**MATERIAL PROVIDED:**
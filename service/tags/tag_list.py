"""Tag lists: many tags from one CSV file, every bad row reported with its line number.

Layout: a header row, then one tag entry per row (the same entry as ``[[tags.tag]]``,
:class:`~service.config.tag_settings.TagConfig`)::

    id,topic,format,unit,description,max_age
    sub7.FT-101,plant/sub7/FT-101,number,m3/h,supply flow,60
    sub7.SC-101,plant/sub7/SC-101,number,%,pump speed,
    {1}.{2},gw/+/+/value,gateway,,every tag behind the gateways,

Columns, in any order: ``id`` and ``topic`` (required; a pattern's id is its template),
``format`` (default ``number``), ``unit``, ``description``, ``max_age`` (seconds; empty or ``inf``:
unbounded). Any other column is refused, so a misspelt one does not silently drop its values. Cells
are stripped of surrounding white space; blank rows are skipped; the file is UTF-8 (a byte order
mark is skipped). Every bad row is reported as ``<file>:<line>: <key>: <problem>`` (all of them,
up to :data:`MAX_PROBLEMS`), and nothing is returned unless every row is good. Problems between
rows (a duplicate id, overlapping patterns) are the registry's to find
(:class:`~service.tags.registry.TagRegistry`), with the same line references.
"""

from __future__ import annotations

import csv
import io
import math
from pathlib import Path

from pydantic import ValidationError

from service.broker_link.text_values import parse_number
from service.config.tag_settings import TagConfig
from service.tags.registry import ListedTag, TagConfigError

__all__ = ["COLUMNS", "MAX_PROBLEMS", "read_tag_list"]

COLUMNS: tuple[str, ...] = ("id", "topic", "format", "unit", "description", "max_age")
REQUIRED: tuple[str, ...] = ("id", "topic")
MAX_PROBLEMS = 50
"""Problems listed before the rest are only counted."""


def _max_age(text: str) -> float:
    if not text or text.lower() == "inf":
        return math.inf
    try:
        return parse_number(text)
    except ValueError:
        raise ValueError(f"max_age: must be seconds (a number), or empty for unbounded, got {text[:40]!r}") from None


def _row_problems(error: ValidationError) -> list[str]:
    problems = []
    for item in error.errors():
        key = ".".join(str(part) for part in item["loc"])
        message = item["msg"].removeprefix("Value error, ")
        problems.append(f"{key}: {message}" if key else message)
    return problems


def read_tag_list(path: str | Path) -> list[ListedTag]:
    """Every tag entry of a CSV tag list, each with its source ``<path>:<line>``.

    Raises
    ------
    TagConfigError
        The file cannot be read, its header is unusable, or rows are bad (one line per problem).
    """
    name = str(path)
    try:
        text = Path(path).read_text(encoding="utf-8-sig")
    except OSError as exc:
        raise TagConfigError([f"{name}: cannot read: {exc.strerror}"]) from None
    except UnicodeDecodeError as exc:
        raise TagConfigError([f"{name}: not UTF-8 (byte {exc.start})"]) from None
    reader = csv.reader(io.StringIO(text, newline=""))
    try:
        header = next(reader, None)
    except csv.Error as exc:
        raise TagConfigError([f"{name}:1: unreadable header row: {exc}"]) from None
    if header is None:
        raise TagConfigError([f"{name}: empty file; expected a header row ({','.join(COLUMNS)})"])
    columns = [cell.strip() for cell in header]
    problems = []
    unknown = [c for c in columns if c not in COLUMNS]
    if unknown:
        problems.append(f"{name}:1: unknown column(s) {', '.join(map(repr, unknown))} (known: {', '.join(COLUMNS)})")
    missing = [c for c in REQUIRED if c not in columns]
    if missing:
        problems.append(f"{name}:1: header lacks column(s) {', '.join(missing)}")
    repeated = sorted({c for c in columns if columns.count(c) > 1})
    if repeated:
        problems.append(f"{name}:1: column(s) {', '.join(repeated)} more than once")
    if problems:
        raise TagConfigError(problems)

    listed: list[ListedTag] = []
    bad = 0
    while True:
        try:
            cells = next(reader)
        except StopIteration:
            break
        except csv.Error as exc:
            bad += 1
            problems.append(f"{name}:{reader.line_num}: unreadable row: {exc}")
            continue
        line = reader.line_num
        if not any(cell.strip() for cell in cells):
            continue
        if len(cells) != len(columns):
            bad += 1
            problems.append(f"{name}:{line}: {len(cells)} fields, the header has {len(columns)}")
            continue
        row = {column: cell.strip() for column, cell in zip(columns, cells, strict=True)}
        fields: dict[str, object] = {k: v for k, v in row.items() if k != "max_age" and (v or k in REQUIRED)}
        try:
            fields["max_age"] = _max_age(row.get("max_age", ""))
            listed.append(ListedTag(TagConfig.model_validate(fields), f"{name}:{line}"))
        except ValidationError as exc:
            bad += 1
            problems += [f"{name}:{line}: {problem}" for problem in _row_problems(exc)]
        except ValueError as exc:
            bad += 1
            problems.append(f"{name}:{line}: {exc}")
    if problems:
        shown = problems[:MAX_PROBLEMS]
        if len(problems) > MAX_PROBLEMS:
            shown.append(f"{name}: ... and {len(problems) - MAX_PROBLEMS} more problem(s) in {bad} bad row(s)")
        raise TagConfigError(shown)
    return listed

**WORK INSTRUCTION:**
Whenever a line of the data includes the word "except", show that line in full.

**COMPLETED TASK:**
    except ValueError:
    except OSError as exc:
    except UnicodeDecodeError as exc:
    except csv.Error as exc:
        except StopIteration:
        except csv.Error as exc:
        except ValidationError as exc:
        except ValueError as exc:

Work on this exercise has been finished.